Il ferrarese Gianluca Merchiori, ex politico diventato broker, è stato condannato in secondo grado per raccolta abusiva di credito e appropriazione indebita aggravata. La Corte d’Appello di Bologna ha inflitto a lui e al coimputato, Gerardo Carpentiero, accusato di favoreggiamento, pene inferiori rispetto a quelle uscite il 4 giugno 2009 dal tribunale di Ferrara. Dai 5 anni e 4 mesi del primo grado la pena scende a 4 anni (da 6 a 4 mesi per Carpentiero), in considerazione della prescrizione intervenuta per alcuni capi di imputazione (per i reati consumati tra il 2002 e il 2006). Il caso fece scalpore qualche anno fa per il rocambolesco modo di far perdere le proprie tracce dopo aver lasciato sul lastrico amici e parenti, inclusa l’ex fidanzata.
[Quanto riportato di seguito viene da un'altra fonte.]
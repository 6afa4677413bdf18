/**
 * Database killed mid-write: simulated tablets send step completions and readings at once;
 * part-way, mariadbd dies of SIGKILL and is restarted; the tablets retry with their keys. Then
 * every acknowledged write must be in the database once, with its audit row.
 *
 *   tsx scripts/faults/db-kill.ts [--rounds=3] [--runs=20] [--report=file.json] [--keep-log]
 *
 * Exit code 0 only when every round passed. The report (JSON) feeds `npm test`'s tally.
 */
import { mkdirSync, writeFileSync } from 'node:fs';
import { dirname, join } from 'node:path';

import { DEMO_PASSWORD, DEMO_PEOPLE } from '../../backend/src/seed/demo-people';
import { ROOT } from '../lib/paths';
import { startFaultStack } from './fault-stack';
import { roundLine, seconds, type FaultReport } from './fault-report';
import { runKillRound } from './kill-round';
import { signIn } from './tablet-session';

const SERVER_LOG = join(ROOT, '.tmp', 'faults', 'server.log');

function argument(name: string, fallback: string): string {
  return process.argv.find((a) => a.startsWith(`--${name}=`))?.split('=')[1] ?? fallback;
}

const account = (prefix: string) => {
  const person = DEMO_PEOPLE.find((p) => p.email.startsWith(`${prefix}@`));
  if (!person) throw new Error(`The demo lab has no ${prefix}.`);
  return person.email;
};

async function main(): Promise<number> {
  const rounds = Number(argument('rounds', '3'));
  const runCount = Number(argument('runs', '20'));
  const reportFile = argument('report', '');
  const start = Date.now();
  const report: FaultReport = { rounds: [], passed: 0, failed: 0, error: null, durationMs: 0 };
  console.log(`[faults] Database killed mid-write: ${rounds} rounds of ${runCount * 10} writes…`);
  const stack = await startFaultStack();
  try {
    const planner = await signIn(stack.baseUrl, account('engineer'), DEMO_PASSWORD);
    const operators = await Promise.all(['operator', 'operator2'].map((p) => signIn(stack.baseUrl, account(p), DEMO_PASSWORD)));
    for (let round = 1; round <= rounds; round += 1) {
      const result = await runKillRound({ round, db: stack.db.instance, baseUrl: stack.baseUrl, server: stack.server, planner, operators, runCount });
      report.rounds.push(result);
      console.log(roundLine(result, rounds));
      if (result.problems.length === 0) continue;
      for (const problem of result.problems.slice(0, 15)) console.log(`[faults]   ${problem}`);
      if (result.problems.length > 15) console.log(`[faults]   … ${result.problems.length - 15} more`);
      console.log(`[faults]   errors in the server log:\n${stack.logErrors()}`);
      if (stack.server.exitCode !== null) break;
    }
  } catch (error) {
    report.error = error instanceof Error ? (error.stack ?? error.message) : String(error);
    console.error(`[faults] ${report.error}\n${stack.logErrors()}`);
  } finally {
    const keepLog = process.argv.includes('--keep-log') || report.error !== null || report.rounds.some((r) => r.problems.length > 0);
    await stack.close(keepLog ? SERVER_LOG : undefined);
    if (keepLog) console.log(`[faults] The server's log is kept in ${SERVER_LOG}.`);
  }
  report.passed = report.rounds.filter((r) => r.problems.length === 0).length;
  // Rounds that never ran (the stack broke) count as failed.
  report.failed = rounds - report.passed;
  report.durationMs = Date.now() - start;
  if (reportFile) {
    mkdirSync(dirname(reportFile), { recursive: true });
    writeFileSync(reportFile, JSON.stringify(report, null, 2));
  }
  console.log(`[faults] ${report.passed} passed, ${report.failed} failed in ${seconds(report.durationMs)}`);
  return report.failed === 0 ? 0 : 1;
}

main().then(
  (code) => process.exit(code),
  (error: unknown) => {
    console.error(error);
    process.exit(1);
  },
);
Merchiori, all’epoca tecnico di laboratorio in un istituto tecnico, era noto in città per il suo passato di politico. Con Rifondazione comunista era stato eletto in consiglio comunale. Fece un’intera legislatura, quella dal ’95 al ’99, per poi essere riconfermato in quella successiva come capogruppo, fino a quando nel 2000 entra in collisione con la linea del partito e abbandona l’incarico. Si ripresenta nel 2004 per candidarsi contro il sindaco Ds Gaetano Sateriale con al lista “Via Ferrara – Ferrara Viva”, provocando però un ricorso del suo ex partito a causa dell’utilizzo della falce e martello. In quegli anni che inizia a cimentarsi con la professione di broker. Tuttavia, non è mai risultato iscritto all’albo degli intermediari finanziari. Eppure, grazie a una rete di contatti e amicizie ereditata dai tempi dell’impegno politico, ha convinto una trentina di persone (17 delle quali si costituiranno parte civile) ad affidargli i propri risparmi, con la promessa di guadagni con interessi al 4%.
I soldi venivano fatti girare attraverso la filiale Carife di Pontegradella, presieduta da Carpentiero. All’inizio gli investimenti erano stati anche fruttuosi, poi la borsa non girò come sperato. I guadagni cominciarono a diminuire e Merchiori si ritrovò nella condizione di dover soddisfare decine di promesse irrealizzabili. Iniziò così a usare con gli amici più abbienti la scusa della “grave malattia” della moglie – in realtà in perfetta salute tra le Alpi austriache -, che secondo Merchiori necessitava di dispendiose cure possibili solo oltreoceano. Ai debiti “professionali” cominciarono quindi a sommarsi anche quelli privati, con versamenti di decine di migliaia di euro da parte di conoscenti (tra cui diversi politici di entrambi gli schieramenti), parenti e colleghi che mai gli avrebbero negato aiuto in un momento di difficoltà.
Ma non bastavano. Così arrivò il crac, seguito dalla ‘fuga’ che lasciò nella disperazione i creditori. Alla fine il buco quantificato dalla procura estense sarà di un miliardo e mezzo di euro. In Appello l’accusa ha chiesto l’assoluzione per l’ex direttore di filiale, sposando al tesi difensiva che lo voleva anch’egli parte del gruppo di vittime di Merchiori. Tesi che non ha convinto il collegio presieduto dal giudice Daniela Magagnoli, che ha confermato la condanna per gli imputati. Ora, con la conferma del dolo di Carpentiero, si apre uno spiraglio in più per le parti civili: “Questa valutazione – afferma il loro legale Alberto Mario Campili – potrebbe risultare decisiva nell’ottica di una causa civile verso la banca. Ora con ogni probabilità partiremo con un’azione per ottenere i risarcimenti per i risparmiatori, e quindi con una causa civile verso Carife”.